• WORK ORDER:
If a line in the data below contains "filesIn", copy it.

[Start of section]

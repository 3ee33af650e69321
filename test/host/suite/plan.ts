import assert from "node:assert";
import { chmodSync, existsSync, readFileSync } from "node:fs";
import * as vscode from "vscode";
import { createPlan, rewritePlan } from "../../../src/host/planFile";
import { applyChange } from "../../../src/plan/change";
import { editPlan } from "../../../src/plan/edit";
import { parsePlan } from "../../../src/plan/parse";
import type { PlanChange } from "../../../src/protocol";
import { closeAll, heating, open, ready, scratch, until, write } from "./tools";

const TEXT = `// agreed in May
{
  "data": "flats.csv",
  "outcome": { "column": "kwh" },
  "exposure": { "column": "retrofit" }, // by block
  "margin": 150
}
`;
const by = (change: PlanChange) => (text: string) => {
  const parsed = parsePlan(text, "");
  return parsed.ok ? editPlan(text, applyChange(parsed.plan, change)) : null;
};
const MARGIN = by({ key: "margin", value: 200 });

export function planSuite(): void {
  describe("a plan file", () => {
    const ask = vscode.window.showSaveDialog;
    let place: ReturnType<typeof scratch>;
    let plan: string;
    let csv: string;
    beforeEach(() => {
      place = scratch();
      plan = place.path("flats.slantwise.json");
      csv = place.path("flats.csv");
      write(csv, heating(120, 300));
      write(plan, TEXT);
    });
    afterEach(async () => {
      vscode.window.showSaveDialog = ask;
      await vscode.commands.executeCommand("workbench.action.files.revert");
      await closeAll();
      place.remove();
    });
    const show = async () => {
      const document = await vscode.workspace.openTextDocument(plan);
      return { document, editor: await vscode.window.showTextDocument(document) };
    };

    it("that is not open is changed on disk, with its comments", async () => {
      const result = await rewritePlan(plan, MARGIN);
      assert.deepEqual(result, { ok: true, text: TEXT.replace("150", "200") });
      assert.equal(readFileSync(plan, "utf8"), TEXT.replace("150", "200"));
    });

    it("that is open is changed in its editor and saved, as one step to undo, and the cursor stays", async () => {
      const { document, editor } = await show();
      editor.selection = new vscode.Selection(3, 5, 3, 5);
      assert.equal((await rewritePlan(plan, MARGIN)).ok, true);
      assert.equal(document.isDirty, false);
      assert.equal(readFileSync(plan, "utf8"), TEXT.replace("150", "200"));
      assert.deepEqual([editor.selection.active.line, editor.selection.active.character], [3, 5]);
      await vscode.commands.executeCommand("undo");
      assert.equal(document.getText(), TEXT);
    });

    it("with unsaved changes keeps them and stays unsaved, which is said", async () => {
      const { document, editor } = await show();
      await editor.edit((edits) => edits.insert(new vscode.Position(0, 0), "// not done yet\n"));
      assert.deepEqual(await rewritePlan(plan, MARGIN), {
        ok: false,
        note: "The choice stands in flats.slantwise.json in the editor; save that file to keep it.",
      });
      assert.equal(document.getText(), "// not done yet\n" + TEXT.replace("150", "200"));
      assert.equal(readFileSync(plan, "utf8"), TEXT);
    });

    it("that is read-only, or broken, or gone is left as it is, and a sentence says so", async () => {
      chmodSync(plan, 0o444);
      const said = async () => {
        const result = await rewritePlan(plan, MARGIN);
        return result.ok ? "" : result.note;
      };
      assert.match(await said(), /^flats\.slantwise\.json is read-only/);
      assert.equal(readFileSync(plan, "utf8"), TEXT);
      chmodSync(plan, 0o644);
      write(plan, "{");
      assert.match(await said(), /has an error/);
      assert.match(
        ((await rewritePlan(place.path("none.slantwise.json"), MARGIN)) as { note: string }).note,
        /could not be written/,
      );
      assert.equal(existsSync(place.path("none.slantwise.json")), false);
    });

    it("in a panel follows what is done to it in an editor", async () => {
      await open(plan);
      await until(plan, ready(1));
      await rewritePlan(plan, by({ key: "reference", level: "full" }));
      const state = await until(plan, ({ question, status }) => status.kind === "ready" && question?.reference === "full");
      assert.deepEqual(state.keptIn, { plan: "flats.slantwise.json", note: null });
    });

    const question = { outcome: { column: "kwh" }, exposure: { column: "retrofit" }, covariates: [{ column: "floor_m2" }] };

    it("is made beside a CSV, and opens as the panel of that CSV", async () => {
      const other = place.path("more.flats.csv");
      write(other, heating(120, 500));
      const made = await createPlan(other, question, []);
      const file = place.path("more.flats.slantwise.json");
      assert.ok(made && "path" in made && made.path === file);
      assert.equal(
        readFileSync(file, "utf8"),
        '{\n  "data": "more.flats.csv",\n  "outcome": { "column": "kwh" },\n  "exposure": { "column": "retrofit" },\n  "covariates": [\n    { "column": "floor_m2" }\n  ]\n}\n',
      );
      await open(other);
      await until(file, ready(1));
    });

    it("never takes the place of one that is there: a person is asked for another name", async () => {
      let asked: vscode.SaveDialogOptions | undefined;
      const answer = (uri: vscode.Uri | undefined) => {
        vscode.window.showSaveDialog = (options) => {
          asked = options;
          return Promise.resolve(uri);
        };
      };
      answer(undefined);
      assert.equal(await createPlan(csv, question, []), null);
      assert.equal(readFileSync(plan, "utf8"), TEXT);
      assert.equal(asked?.defaultUri?.path, vscode.Uri.file(place.path("flats 2.slantwise.json")).path);
      answer(vscode.Uri.file(place.path("second.json")));
      const made = await createPlan(csv, question, []);
      assert.ok(made && "path" in made && made.path === place.path("second.slantwise.json"));
      assert.deepEqual(await createPlan(csv, question, []), {
        note: "second.slantwise.json exists already and was left as it is.",
      });
      answer(vscode.Uri.file(place.path("deep/inner.slantwise.json")));
      assert.match(((await createPlan(csv, question, [])) as { note: string }).note, /may not read flats\.csv/);
    });
  });
}
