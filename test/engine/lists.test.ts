import { describe, expect, it } from "vitest";
import { compare } from "../../src/engine/compare";
import type { Comparison } from "../../src/engine/comparison";
import type { Plan } from "../../src/engine/plan";
import type { Table } from "../../src/engine/table";
import { relativeError, TOLERANCE } from "../tolerances";
import { planOf, seeded, tableOf } from "./fixtures";

function table(rows: number, covariates: number): { table: Table; names: string[] } {
  const { normal } = seeded(rows + covariates);
  const draw = () => Array.from({ length: rows }, normal);
  const shared = draw();
  const names = Array.from({ length: covariates }, (_, j) => `x${j}`);
  const x = names.map(() => draw().map((v, i) => v + 0.5 * shared[i]));
  const g = shared.map((v, i) => (v + x[0][i] > 0 ? "new" : "old"));
  const y = draw().map((v, i) => v + x[0][i] - 0.5 * x[covariates - 1][i] + (g[i] === "new" ? 1 : 0));
  return { table: tableOf({ y, g, ...Object.fromEntries(names.map((name, j) => [name, x[j]])) }), names };
}

/** Every number of a set, as a comparison that lists that set alone finds it. */
function expectAlone(whole: Comparison, alone: Comparison, set: number): void {
  const [found, expected] = [whole.sets[set], alone.sets[1] ?? alone.sets[0]];
  expect(found.adjustedFor).toEqual(expected.adjustedFor);
  expect(found.slopes.map((s) => s.verdict)).toEqual(expected.slopes.map((s) => s.verdict));
  found.slopes.forEach((s, i) => {
    expect(relativeError(s.statistic!, expected.slopes[i].statistic!)).toBeLessThan(TOLERANCE.reordered);
    expect(relativeError(s.pHolm!, expected.slopes[i].pHolm!)).toBeLessThan(TOLERANCE.inference);
  });
  const [a, b] = [found.contrasts[0].readout, expected.contrasts[0].readout];
  if (a.kind === "varies" && b.kind === "varies") {
    a.profiles.forEach((profile, i) => {
      const size = b.profiles[i].standardError!;
      expect(relativeError(profile.estimate, b.profiles[i].estimate, size)).toBeLessThan(TOLERANCE.coefficient);
      expect(relativeError(profile.standardError!, size)).toBeLessThan(TOLERANCE.coefficient);
    });
    return;
  }
  if (!("estimate" in a) || !("estimate" in b)) throw new Error(`${a.kind}, ${b.kind}`);
  expect(relativeError(a.estimate, b.estimate)).toBeLessThan(TOLERANCE.coefficient);
  expect(relativeError(a.standardError!, b.standardError!)).toBeLessThan(TOLERANCE.coefficient);
  if (!("shift" in a && "shift" in b) || !b.shift) return;
  expect(relativeError(a.shift!.estimate, b.shift.estimate, b.estimate)).toBeLessThan(TOLERANCE.coefficient);
  expect(relativeError(a.shift!.standardError!, b.shift.standardError!)).toBeLessThan(TOLERANCE.coefficient);
}

describe("a long list of sets", () => {
  it("of every combination of twelve covariates gives each set what it gets alone", () => {
    const { table: data, names } = table(700, 12);
    const plan: Plan = planOf("y", "g", names, { sets: "every", modifiers: ["x1", "x7"] });
    const whole = compare(data, plan);
    expect(whole.sets.length).toBe(4096);
    for (const set of [0, 1, 12, 77, 1500, 3000, 4095]) {
      expectAlone(whole, compare(data, { ...plan, sets: [[...whole.sets[set].adjustedFor]] }), set);
    }
  });

  it("of sixty covariates, as a list of lists, gives each set what it gets alone", () => {
    const { table: data, names } = table(400, 60);
    const lists = names.map((_, j) => names.slice(0, j + 1));
    const plan = planOf("y", "g", names, { sets: lists, modifiers: ["x2"] });
    const whole = compare(data, plan);
    expect(whole.sets.length).toBe(61);
    for (const set of [1, 30, 60]) expectAlone(whole, compare(data, { ...plan, sets: [lists[set - 1]] }), set);
  });
});
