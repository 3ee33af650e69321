import Mocha from "mocha";
import { liveSuite } from "./live";
import { manifestSuite } from "./manifest";
import { planSuite } from "./plan";
import { questionSuite } from "./question";
import { saveSuite } from "./save";

/** The entry VS Code calls in its extension host. Ends with a plain line of counts, which the runner asks for. */
export function run(): Promise<void> {
  const mocha = new Mocha({ ui: "bdd", timeout: 40_000, reporter: "spec", color: false });
  mocha.suite.emit("pre-require", globalThis as unknown as Mocha.MochaGlobals, "", mocha);
  manifestSuite();
  questionSuite();
  planSuite();
  liveSuite();
  saveSuite();
  return new Promise((resolve, reject) => {
    const runner = mocha.run((failed) => {
      const passed = runner.stats?.passes ?? 0;
      console.log(`${passed} passed, ${failed} failed`);
      if (failed) reject(new Error(`${failed} failed`));
      else resolve();
    });
  });
}
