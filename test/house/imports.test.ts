import { dirname, posix } from "node:path";
import ts from "typescript";
import { describe, expect, test } from "vitest";
import { filesIn, textOf } from "./sources";

interface Import {
  readonly from: string;
  readonly target: string;
  readonly typeOnly: boolean;
}

interface Rule {
  /** Parts of the house whose values may be imported. */
  readonly values: readonly string[];
  /** Parts of which only types may be imported. */
  readonly types: readonly string[];
  readonly packages: RegExp;
}

const NOTHING = /^$/;
const everything = ["engine", "data", "plan", "report"];

/** DESIGN, "Who may import whom". Every part may import itself. */
const RULES: Readonly<Record<string, Rule>> = {
  engine: { values: [], types: [], packages: /^(@stdlib\/|ml-matrix$|jstat$)/ },
  // levels are kept in the engine's natural order
  data: { values: ["engine/question/natural"], types: ["engine"], packages: /^(papaparse|node:crypto)$/ },
  // a plan is checked against a table by the engine's own rules
  plan: { values: ["engine/question"], types: ["engine"], packages: /^jsonc-parser$/ },
  report: { values: [], types: ["engine", "plan"], packages: NOTHING },
  protocol: { values: [], types: ["engine", "plan", "report"], packages: NOTHING },
  // a thread over memory that the engine's passes share: Node's alone
  threads: { values: ["engine/passes", "engine/cancelled"], types: [], packages: /^node:worker_threads$/ },
  host: { values: [...everything, "protocol", "threads"], types: [], packages: /^(vscode$|node:)/ },
  extension: { values: [...everything, "protocol", "threads", "host"], types: [], packages: /^(vscode$|node:)/ },
  // a notebook's cells are found in its JSON by position
  cli: { values: [...everything, "threads"], types: [], packages: /^(node:|jsonc-parser$)/ },
  webview: { values: ["protocol", "report"], types: ["engine"], packages: /^chart\.js(\/|$)/ },
};

/** The page may use the report's pure formatting, not what writes a comparison out. */
const NOT_FOR_THE_PAGE = /^report\/(present|markdown|json|csv|text|table|writeup)(\/|$)/;

function partOf(file: string): string {
  const inSource = /^src\/([^/.]+)/.exec(file);
  return inSource ? inSource[1] : file.split("/")[0];
}

function importsOf(file: string): Import[] {
  const source = ts.createSourceFile(file, textOf(file), ts.ScriptTarget.ES2022, true);
  const found: Import[] = [];
  const add = (specifier: ts.Expression | undefined, typeOnly: boolean) => {
    if (specifier && ts.isStringLiteralLike(specifier))
      found.push({ from: file, target: resolve(file, specifier.text), typeOnly });
  };
  const visit = (node: ts.Node): void => {
    if (ts.isImportDeclaration(node)) add(node.moduleSpecifier, isTypeOnly(node.importClause));
    else if (ts.isExportDeclaration(node)) add(node.moduleSpecifier, node.isTypeOnly);
    else if (
      ts.isCallExpression(node) &&
      (node.expression.kind === ts.SyntaxKind.ImportKeyword || node.expression.getText() === "require")
    ) {
      add(node.arguments[0], false);
    } else if (ts.isImportTypeNode(node) && ts.isLiteralTypeNode(node.argument))
      add(node.argument.literal as ts.Expression, true);
    ts.forEachChild(node, visit);
  };
  visit(source);
  return found;
}

function isTypeOnly(clause: ts.ImportClause | undefined): boolean {
  if (!clause) return false;
  const named = clause.namedBindings;
  return (
    clause.isTypeOnly || (!clause.name && !!named && ts.isNamedImports(named) && named.elements.every((item) => item.isTypeOnly))
  );
}

/** A relative import as a path from the root without "src/"; a package as it is. */
function resolve(file: string, specifier: string): string {
  return specifier.startsWith(".") ? "/" + posix.join(dirname(file), specifier).replace(/^src\//, "") : specifier;
}

function allowed({ from, target, typeOnly }: Import): boolean {
  const part = partOf(from);
  const rule = RULES[part];
  if (!rule) return false;
  if (!target.startsWith("/")) return rule.packages.test(target);
  const path = target.slice(1);
  if (path === part || path.startsWith(part + "/")) return true;
  const within = (allowance: string) => path === allowance || path.startsWith(allowance + "/");
  if (part === "webview" && !typeOnly && NOT_FOR_THE_PAGE.test(path)) return false;
  return rule.values.some(within) || (typeOnly && rule.types.some(within));
}

describe("who may import whom", () => {
  const files = filesIn(["src", "webview"], /\.ts$/);

  test("every file belongs to a part that has a rule", () => {
    expect(files.filter((file) => !RULES[partOf(file)])).toEqual([]);
    expect(files.length).toBeGreaterThan(20);
  });

  test("every import is one that DESIGN's table allows", () => {
    const broken = files.flatMap(importsOf).filter((item) => !allowed(item));
    expect(broken.map(({ from, target, typeOnly }) => `${from} imports ${typeOnly ? "types of " : ""}${target}`)).toEqual([]);
  });

  test("the rule refuses what it is there to refuse", () => {
    const value = (from: string, target: string) => allowed({ from, target, typeOnly: false });
    expect(value("src/engine/compare.ts", "vscode")).toBe(false);
    expect(value("src/engine/compare.ts", "node:fs")).toBe(false);
    expect(value("src/engine/compare.ts", "/report/present")).toBe(false);
    expect(value("webview/main.ts", "/engine/compare")).toBe(false);
    expect(value("webview/main.ts", "/report/present")).toBe(false);
    expect(value("src/cli.ts", "/host/panel")).toBe(false);
    expect(value("src/report/present.ts", "/engine/compare")).toBe(false);
    expect(allowed({ from: "src/report/present.ts", target: "/engine/comparison", typeOnly: true })).toBe(true);
  });

  test("only the worker's folder of the host reaches the statistics and the reading of files", () => {
    const reaching = files
      .filter((file) => file.startsWith("src/host/") && !file.startsWith("src/host/worker/"))
      .flatMap(importsOf)
      .filter(({ target, typeOnly }) => !typeOnly && /^\/(engine|data)\//.test(target));
    expect(reaching.map(({ from, target }) => `${from} imports ${target}`)).toEqual([]);
  });
});
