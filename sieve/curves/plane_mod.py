"""A smooth plane curve of degree m over a prime field: points, lines through two of them, places.

A line through P and Q is s P + t Q; the form of degree m that F becomes on it is divisible by s t, and the
other m - 2 zeros are the roots of the quotient.  Its coefficients are values of polars of F, tabulated for
all points.  Forms of higher degree are treated in `plane_forms`.
"""

from __future__ import annotations

from collections.abc import Sequence
from functools import cached_property
from math import comb, factorial, isqrt

import flint
import numpy as np
from numpy.typing import NDArray

from sieve.curves.divisors import ClosedPlace, FibrePlace, Place, RationalPlace
from sieve.curves.extension_counts import plane_count, roots_in_extension
from sieve.curves.local_divisors import LocalDivisor
from sieve.curves.plane_forms import Form, PlaneForms
from sieve.curves.residue_algebra import ResidueAlgebra
from sieve.curves.residues import inverse_table, power_table, zeros_modulo
from sieve.errors import BadReduction, InternalError

IntArray = NDArray[np.int64]
HigherPlace = tuple[tuple[int, ...], tuple[int, ...], tuple[int, ...], tuple[int, ...]]
"""A place of degree >= 2 over F_v: (u, x, y, z), u irreducible, coordinates modulo u; low degree first."""

BLOCK = 4_000_000
"""Entries of the largest temporary array."""

LISTED_UP_TO = 13
"""Up to this v, places of degree 2 are recognised in divisors in any case."""

PLACE_LIMIT = 3000
"""About as many forms at most are tried through a divisor."""
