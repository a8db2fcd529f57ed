"""Appendices and drawings: content, every ending, bad logs, and pdflatex where it is installed."""

from __future__ import annotations

import json
import re
import shutil
import subprocess
import xml.etree.ElementTree as ElementTree
from html.parser import HTMLParser
from pathlib import Path

import networkx as nx
import pytest

from sieve.commands import appendix as appendix_command
from sieve.commands import draw as draw_command
from sieve.errors import InputError
from sieve.proof.reader import read_log
from sieve.report import mathematics as m
from sieve.report.appendix import appendix
from sieve.report.appendix_tex import escape
from sieve.report.draw import constraint_graph
from tests.support.reference_cases import reference_case
from tests.support.run_files import RUNNABLE, chabauty_prime, run_to, write_candidates, write_case

ROOT = Path(__file__).resolve().parents[2]
LOGS = sorted((ROOT / "data" / "proofs" / "accepted").glob("*.jsonl"))
DEMO = next(log for log in LOGS if log.stem == "demo")
PDFLATEX = shutil.which("pdflatex")


def compile_tex(path: Path) -> None:
    """Run pdflatex; nothing may stick out of the page by more than 2 mm."""
    assert PDFLATEX is not None
    done = subprocess.run(
        [PDFLATEX, "-interaction=nonstopmode", "-halt-on-error", path.name],
        cwd=path.parent, capture_output=True, timeout=300, check=False,
    )  # fmt: skip
    log = path.with_suffix(".log").read_text(encoding="latin-1")
    assert done.returncode == 0, log[-2000:]
    wide = [float(w) for w in re.findall(r"Overfull \\hbox \(([0-9.]+)pt", log)]
    assert all(w < 6 for w in wide), wide


@pytest.mark.parametrize("log", LOGS, ids=lambda p: p.stem)
def test_every_ending(log: Path, tmp_path: Path) -> None:
    view = read_log(log)
    texts = {}
    for ending in (".tex", ".md", ".html"):
        appendix_command.execute(str(log), str(tmp_path / f"a{ending}"))
        texts[ending] = (tmp_path / f"a{ending}").read_text(encoding="utf-8")
    for local in view.of("local"):
        assert f"${local['prime']}$ & " in texts[".tex"] and f"| ${local['prime']}$ |" in texts[".md"]
    for candidate in view.of("candidate"):
        assert f"<td>{candidate['id']}</td>" in texts[".html"]
    for text in texts.values():
        assert view.sha256[:32] in text and "checker.py" in text
    dead = sum(text.count("eliminated") for text in [texts[".md"]])
    assert dead >= len(view.end["eliminated"])
    HTMLParser().feed(texts[".html"])
    assert "<script" not in texts[".html"] and "http" not in texts[".html"]


@pytest.mark.skipif(PDFLATEX is None, reason="no TeX here: install texlive-latex-recommended")
@pytest.mark.parametrize("log", LOGS, ids=lambda p: p.stem)
def test_logs_compile(log: Path, tmp_path: Path) -> None:
    appendix_command.execute(str(log), str(tmp_path / "a.tex"))
    compile_tex(tmp_path / "a.tex")
    draw_command.execute(str(log), str(tmp_path / "g.tex"))
    compile_tex(tmp_path / "g.tex")


@pytest.mark.skipif(PDFLATEX is None, reason="no TeX here: install texlive-latex-recommended")
@pytest.mark.slow
@pytest.mark.parametrize("name", RUNNABLE)
def test_every_reference_case_compiles(name: str, tmp_path: Path) -> None:
    case = reference_case(name)
    candidates = write_candidates(case, tmp_path, chabauty_prime(case), 4, 5)
    _, log = run_to(tmp_path, write_case(case, tmp_path), [candidates], bound=110)
    appendix_command.execute(str(log), str(tmp_path / "a.tex"))
    compile_tex(tmp_path / "a.tex")


def test_the_theorem_of_the_demo() -> None:
    text = "\n".join(str(block) for block in appendix(read_log(DEMO), "proof.jsonl"))
    assert "has exactly 16 rational points" in text
    assert "(\\\\tfrac{7}{5}, -\\\\tfrac{507}{125})" in text
    assert "rank at most $2$" in text


def test_images_in_the_table_are_those_of_the_engine() -> None:
    from sieve.curves.hyperelliptic import HyperellipticCurve
    from sieve.local.records import local_record

    view = read_log(DEMO)
    curve = HyperellipticCurve(view.curve.f, view.curve.h)
    for local in view.of("local"):
        record = local_record(curve, view.base, view.generators, local["prime"])
        condition = view.condition(local)
        assert condition.moduli == record.invariants
        assert condition.images == record.images
        assert (condition.allowed == record.allowed).all()


@pytest.mark.parametrize("log", LOGS, ids=lambda p: p.stem)
def test_drawings(log: Path, tmp_path: Path) -> None:
    graph = constraint_graph(read_log(log))
    for ending in (".svg", ".graphml", ".tex"):
        draw_command.execute(str(log), str(tmp_path / f"g{ending}"))
    ElementTree.parse(tmp_path / "g.svg")
    again = nx.read_graphml(tmp_path / "g.graphml")
    assert set(again.nodes) == set(graph.nodes) and again.number_of_edges() == graph.number_of_edges()
    used = {
        u[0] for r in map(json.loads, log.read_text(encoding="utf-8").splitlines()) for u in r.get("uses", [])
    }
    assert {n for n in graph if n.startswith("v")} == {f"v = {v}" for v in used if isinstance(v, int)}


BAD = {
    "empty": b"",
    "text": b"hello\n",
    "list": b"[1,2]\n",
    "other_format": b'{"kind":"header","format":"sieve-proof/9"}\n',
    "cut": DEMO.read_bytes()[:3000],
    "latin": "\xe9".encode("latin-1"),
    "deep": b"[" * 100000,
    "whole_but_wrong": re.sub(rb'"invariants":\[[0-9,]*\]', b'"invariants":[9]', DEMO.read_bytes()),
    "points_gone": DEMO.read_bytes().replace(b'"define":[[', b'"define":[[[1],[0,0,0,0,0,0]],[', 1),
    "unknown_verdict": DEMO.read_bytes().replace(b'"verdict":"eliminated"', b'"verdict":"gone"', 1),
}


@pytest.mark.parametrize("name", sorted(BAD))
@pytest.mark.parametrize("command", [appendix_command, draw_command], ids=["appendix", "draw"])
def test_bad_logs(name: str, command: object, tmp_path: Path) -> None:
    path = tmp_path / "bad.jsonl"
    path.write_bytes(BAD[name])
    output = tmp_path / "out.tex"
    with pytest.raises(InputError) as error:
        command.execute(str(path), str(output))  # type: ignore[attr-defined]
    assert "\n" not in error.value.line and "expected" in error.value.line
    assert not output.exists()


def test_other_endings_are_refused(tmp_path: Path) -> None:
    for command in (appendix_command, draw_command):
        with pytest.raises(InputError, match="ending"):
            command.execute(str(DEMO), str(tmp_path / "a.pdf"))


def test_foreign_text_cannot_break_tex() -> None:
    assert escape("50% of $x_1$ & {a} \\end{document}~^#") == (
        r"50\% of \$x\_1\$ \& \{a\} \textbackslash{}end\{document\}\textasciitilde{}\textasciicircum{}\#"
    )
    assert escape("π") == "[U+03C0]"


def test_formulas() -> None:
    assert m.expansion(0, 5, 3) == "O(5^{3})"
    assert m.expansion(5 + 25 * 4, 5, 3) == "5 + 4\\cdot 5^{2} + O(5^{3})"
    assert m.polynomial([]) == "0" and m.polynomial([0, -1]) == "-x"
    assert m.group([2, 2, 10]) == "(\\mathbb{Z}/2)^{2} \\times \\mathbb{Z}/10"
    assert m.as_html("a_{i} < b") == "<i>a</i><sub><i>i</i></sub> &lt; <i>b</i>"


def test_the_stored_sample_states_the_same_theorem(tmp_path: Path) -> None:
    appendix_command.execute(str(DEMO), str(tmp_path / "a.tex"))

    def theorem(path: Path) -> str:
        text = path.read_text(encoding="utf-8")
        return text[text.index("\\begin{theorem}") : text.index("\\end{theorem}")]

    assert theorem(ROOT / "data" / "demo" / "appendix.tex") == theorem(tmp_path / "a.tex")
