def without(index: int) -> Callable[[Any], Any]:
    """A list without one entry."""
    return lambda value: [x for i, x in enumerate(value) if i != index % len(value)]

[End of section]

• YOUR SOLUTION:
import { filesIn, textOf } from "./sources";
  const files = filesIn(["src", "webview"], /\.ts$/);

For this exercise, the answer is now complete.